Many in the alignment community think the most promising path forward is a machine learning technique known as inverse reinforcement learning (IRL). With IRL, the machine is not given an objective to maximize; such “inserted” goals, alignment proponents believe, can inadvertently lead to paper clip maximizer scenarios. Instead, the machine’s task is to observe the behavior of humans and infer their preferences, goals and values. In recent years, researchers have used IRL to train machines to play video games by observing humans and to teach robots how to do backflips by giving them incremental feedback from humans (people viewed short clips of a robot’s various attempts and chose the one that looked best).
It’s unclear whether similar methods can teach machines the more subtle and abstract ideas of human values.
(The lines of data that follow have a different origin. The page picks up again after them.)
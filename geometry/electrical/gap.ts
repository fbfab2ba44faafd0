/** The air path of a gap and the share of the working voltage that it holds. */

import { arrangementOf } from '../arrangement';
import type { Design, Section } from '../design';
import { electricalGap } from '../dielectric';

export interface AirPath {
  /** mm; 0 where a solid disc fills the gap. */
  readonly length: number;
  /** Of the voltage between the terminals. */
  readonly share: number;
}

/**
 * Two sets in series share the voltage; beside a film the air takes more than its part of the
 * way, since the film's field is weaker by its permittivity.
 */
export function airPath(design: Design, section: Section): AirPath {
  const inSeries = arrangementOf(design).share;
  const { dielectric, airGap, filmThickness } = section;
  if (dielectric === 'disc') return { length: 0, share: 0 };
  if (dielectric === 'air') return { length: airGap, share: inSeries };
  const length = airGap - filmThickness;
  return { length, share: (inSeries * length) / electricalGap(section) };
}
The writer Brian Christian, author of a popular science book about AI alignment, is optimistic: “It’s not such a stretch to imagine replacing the nebulous concept of ‘backflip’ with an even more nebulous and ineffable concept, like ‘helpfulness.’ Or ‘kindness.’ Or ‘good’ behavior.”
However, I think this underestimates the challenge. Ethical notions such as kindness and good behavior are much more complex and context-dependent than anything IRL has mastered so far. Consider the notion of “truthfulness” — a value we surely want in our AI systems. Indeed, a major problem with today’s large language models is their inability to distinguish truth from falsehood. At the same time, we may sometimes want our AI assistants, just like humans, to temper their truthfulness: to protect privacy, to avoid insulting others, or to keep someone safe, among innumerable other hard-to-articulate situations.
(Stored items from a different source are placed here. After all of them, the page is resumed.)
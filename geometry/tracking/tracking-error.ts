/** How far a finished oscillator section is off the intermediate frequency, from its outlines. */

import type { Derived } from '../derived';
import { resonantFrequency } from '../resonance';
import { oscillatorFrequency } from './tracked-law';

/** One shaft angle of the law. */
export interface TrackedPlace {
  /** rad from the open stop. */
  readonly angle: number;
  /** To what the finished plates tune both circuits, Hz. */
  readonly signal: number;
  readonly oscillator: number;
  /** By how much the oscillator lies higher than it should for this signal, Hz. */
  readonly error: number;
}

export interface Tracking {
  /** Of the oscillator's section. */
  readonly section: number;
  readonly places: readonly TrackedPlace[];
  readonly worst: TrackedPlace;
}

/**
 * Tracking over the law of one oscillator section with section 1, both as their finished outlines
 * are in the field model, each with the trimmer that sets it right where the law begins.
 * @returns null where the section follows nothing
 */
export function trackingOf(derived: Derived, index: number): Tracking | null {
  const section = derived.design.sections[index];
  const [signal] = derived.sections;
  const oscillator = derived.sections[index];
  if (section?.law !== 'tracked' || !signal || !oscillator) return null;
  const [signalCoil, coil] = [signal.inductance, oscillator.inductance];
  if (signalCoil === null || coil === null) return null;
  const places = signal.law.angle.flatMap((angle, i) => {
    if (signal.law.target[i] === null) return [];
    const tuned = resonantFrequency(signal.law.achieved[i]!, signalCoil);
    const at = resonantFrequency(oscillator.law.achieved[i]!, coil);
    const error = at - oscillatorFrequency(section, tuned);
    return [{ angle, signal: tuned, oscillator: at, error }];
  });
  const worst = places.reduce((most, place) =>
    Math.abs(place.error) > Math.abs(most.error) ? place : most,
  );
  return { section: index, places, worst };
}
Other ethical concepts are just as complex. It should be clear that an essential first step toward teaching machines ethical concepts is to enable machines to grasp humanlike concepts in the first place, which I have argued is still AI’s most important open problem.
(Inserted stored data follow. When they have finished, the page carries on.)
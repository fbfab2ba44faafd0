import { describe, expect, test } from 'vitest';
import type { Circle, Contour, Path, Vertex } from '../../../geometry';
import type { Machine } from '../../../geometry/cutting/machine';
import {
  narrowestOpening,
  narrowestWeb,
  partFindings,
} from '../../../geometry/cutting/part-findings';
import { reachable, sizeFinding } from '../../../geometry/cutting/room';
import type { CutPart } from '../../../geometry/parts/part';
import { examplePlates } from '../../support/example-plates';

const at = (x: number, y: number, bulge = 0): Vertex => ({ x, y, bulge });
const path = (...vertices: Vertex[]): Path => ({ kind: 'path', vertices });
const hole = (x: number, y: number, radius: number): Circle => ({
  kind: 'circle',
  x,
  y,
  radius,
});

const machine: Machine = {
  name: 'Laser',
  process: 'laser',
  kerf: 0.15,
  smallestHole: 1,
  smallestWeb: 1,
  bedWidth: 600,
  bedHeight: 400,
  reflective: true,
  leadIn: 1,
  bridges: 0,
  bridgeWidth: 0.5,
  feed: 50,
  pierceTime: 0.4,
};

function part(
  outside: Contour,
  holes: CutPart['holes'],
  change: Partial<CutPart> = {},
): CutPart {
  return {
    kind: 'cut',
    key: 'p',
    label: 'Plate',
    section: null,
    quantity: 1,
    note: '',
    material: 'brass',
    thickness: 1,
    area: 1,
    cutLength: 1,
    mass: 1,
    outside,
    holes,
    ...change,
  };
}

const plate = path(at(0, 0), at(60, 0), at(60, 40), at(0, 40));
const codes = (p: CutPart, on: Partial<Machine> = {}): string[] =>
  partFindings(p, { ...machine, ...on })
    .filter(({ severity }) => severity !== 'ok')
    .map(({ code, severity }) => `${code} ${severity}`);

/** Two slots open to the right, 2 mm wide, 3 mm of metal between them. */
const comb = path(
  at(0, 0),
  at(60, 0),
  at(60, 16.5),
  at(30, 16.5),
  at(30, 18.5),
  at(60, 18.5),
  at(60, 21.5),
  at(30, 21.5),
  at(30, 23.5),
  at(60, 23.5),
  at(60, 40),
  at(0, 40),
);

describe('widths', () => {
  test('of a plate with holes', () => {
    const p = {
      outside: plate,
      holes: [hole(10, 20, 2), hole(15.2, 20, 1.5), hole(50, 38, 1)],
    };
    expect(narrowestOpening(p)).toEqual({ what: 'Smallest hole', value: 2 });
    const web = narrowestWeb(p)!;
    expect(web.what).toBe('Web from hole to edge');
    expect(web.value).toBeCloseTo(1, 9);
    const between = narrowestWeb({ outside: plate, holes: p.holes.slice(0, 2) })!;
    expect(between.what).toBe('Web between holes');
    expect(between.value).toBeCloseTo(1.7, 9);
  });

  test('of slots and of the metal between them', () => {
    expect(narrowestOpening({ outside: comb, holes: [] })!.value).toBeCloseTo(2, 9);
    expect(narrowestWeb({ outside: comb, holes: [] })!.value).toBeCloseTo(3, 9);
  });

  test('of a slot-shaped hole', () => {
    const slot = path(at(20, 19), at(40, 19, 1), at(40, 21), at(20, 21, 1));
    expect(narrowestOpening({ outside: plate, holes: [slot] })!.value).toBeCloseTo(2, 9);
    expect(narrowestWeb({ outside: plate, holes: [slot] })!.value).toBeCloseTo(19, 9);
  });

  test('of a mouth between two corners', () => {
    const mouth = path(
      at(0, 0),
      at(30, 0),
      at(25, 9),
      at(18, 5),
      at(10, 10),
      at(18, 15),
      at(25, 11),
      at(30, 20),
      at(0, 20),
    );
    expect(narrowestOpening({ outside: mouth, holes: [] })!.value).toBeCloseTo(2, 9);
  });

  test('of a ring', () => {
    const ring: Circle = { kind: 'circle', x: 0, y: 0, radius: 6 };
    expect(narrowestWeb({ outside: ring, holes: [hole(0.5, 0, 3)] })!.value).toBeCloseTo(
      2.5,
      9,
    );
  });
});

describe('limits', () => {
  test('hole and web at the limit pass, under it fail', () => {
    expect(codes(part(plate, [hole(10, 20, 0.5)]))).toEqual([]);
    expect(codes(part(plate, [hole(10, 20, 0.49)]))).toEqual(['hole-small fail']);
    expect(codes(part(plate, [hole(2.99, 20, 2)]))).toEqual(['web-thin fail']);
    expect(codes(part(comb, [], { thickness: 2.1 }))).toEqual(['hole-small fail']);
    expect(codes(part(comb, [], { thickness: 3.2 }), { smallestHole: 0.5 })).toEqual([
      'web-thin fail',
    ]);
  });

  test('a finding carries value, limit and what would work', () => {
    const finding = partFindings(
      part(plate, [hole(10, 20, 0.4)], { thickness: 1.5 }),
      machine,
    )[0]!;
    expect(finding).toMatchObject({ code: 'hole-small', value: 0.8, limit: 1.5, part: 'p' });
    expect(finding.change).toContain('1.5 mm');
  });

  test('a slot under the kerf closes up', () => {
    const wide = { kerf: 2.2, smallestHole: 0, smallestWeb: 0 };
    expect(codes(part(comb, []), wide)).toEqual(['kerf-closes fail']);
    expect(codes(part(plate, [hole(10, 20, 1)]), wide)).toEqual(['kerf-closes fail']);
    expect(codes(part(comb, []), { ...wide, kerf: 1.9 })).toEqual([]);
  });

  test('an outline that crosses itself', () => {
    const bow = path(at(0, 0), at(30, 20), at(30, 0), at(0, 20), at(-10, 10));
    const found = partFindings(part(bow, []), machine);
    const crossing = found.find(({ code }) => code === 'contour-crosses')!;
    expect(crossing.severity).toBe('fail');
    expect(crossing.change).toContain('15 mm, 10 mm');
    const touching = path(at(0, 0), at(20, 0), at(20, 20), at(10, 0), at(0, 20));
    expect(codes(part(touching, []))).toContain('contour-crosses fail');
  });

  test('bright metal wants a laser that is rated for it, or none', () => {
    const bright = part(plate, []);
    expect(codes(bright, { reflective: false })).toEqual(['reflective fail']);
    expect(codes(bright, { reflective: false, process: 'waterjet' })).toEqual([]);
    expect(codes(part(plate, [], { material: 'steel' }), { reflective: false })).toEqual([]);
  });

  test('an insulator under a laser is warned of', () => {
    const pad = part(plate, [], { material: 'insulator' });
    expect(codes(pad)).toEqual(['fumes warn']);
    expect(codes(pad, { process: 'milling' })).toEqual([]);
  });
});

describe('bed and sheet', () => {
  test('the smaller of the two counts, whichever way the sheet lies', () => {
    expect(reachable({ width: 500, height: 300 }, machine)).toEqual({
      width: 500,
      height: 300,
    });
    expect(reachable({ width: 300, height: 2000 }, machine)).toEqual({
      width: 300,
      height: 600,
    });
  });

  test('a part may lie askew', () => {
    const bar = part(path(at(0, 0), at(110, 0), at(110, 2), at(0, 2)), []);
    const fits = sizeFinding(bar, { width: 82, height: 82 }, 5);
    expect(fits.severity).toBe('ok');
    const large = sizeFinding(bar, { width: 75, height: 75 }, 5);
    expect(large).toMatchObject({ severity: 'fail', limit: 75 });
    expect(large.value).toBeGreaterThan(75);
  });
});

test('the worked plates can be cut on an ordinary laser', () => {
  for (const { plate: p } of examplePlates()) {
    const cut = part(p.outside, p.holes, { thickness: p.thickness });
    expect(codes(cut)).toEqual([]);
    // The hub round the shaft or the boss round a post, as the design has them.
    expect(narrowestWeb(cut)!.value).toBeGreaterThan(p.thickness);
  }
});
Moreover, I see an even more fundamental problem with the science underlying notions of AI alignment. Most discussions imagine a superintelligent AI as a machine that, while surpassing humans in all cognitive tasks, still lacks humanlike common sense and remains oddly mechanical in nature. And importantly, in keeping with Bostrom’s orthogonality thesis, the machine has achieved superintelligence without having any of its own goals or values, instead waiting for goals to be inserted by humans.
Yet could intelligence work this way? Nothing in the current science of psychology or neuroscience supports this possibility. In humans, at least, intelligence is deeply interconnected with our goals and values, as well as our sense of self and our particular social and cultural environment. The intuition that a kind of pure intelligence could be separated from these other factors has led to many failed predictions in the history of AI. From what we know, it seems much more likely that a generally intelligent AI system’s goals could not be easily inserted, but would have to develop, like ours, as a result of its own social and cultural upbringing.
In his book Human Compatible, Russell argues for the urgency of research on the alignment problem: “The right time to worry about a potentially serious problem for humanity depends not just on when the problem will occur but also on how long it will take to prepare and implement a solution.” But without a better understanding of what intelligence is and how separable it is from other aspects of our lives, we cannot even define the problem, much less find a solution. Properly defining and solving the alignment problem won’t be easy; it will require us to develop a broad, scientifically based theory of intelligence.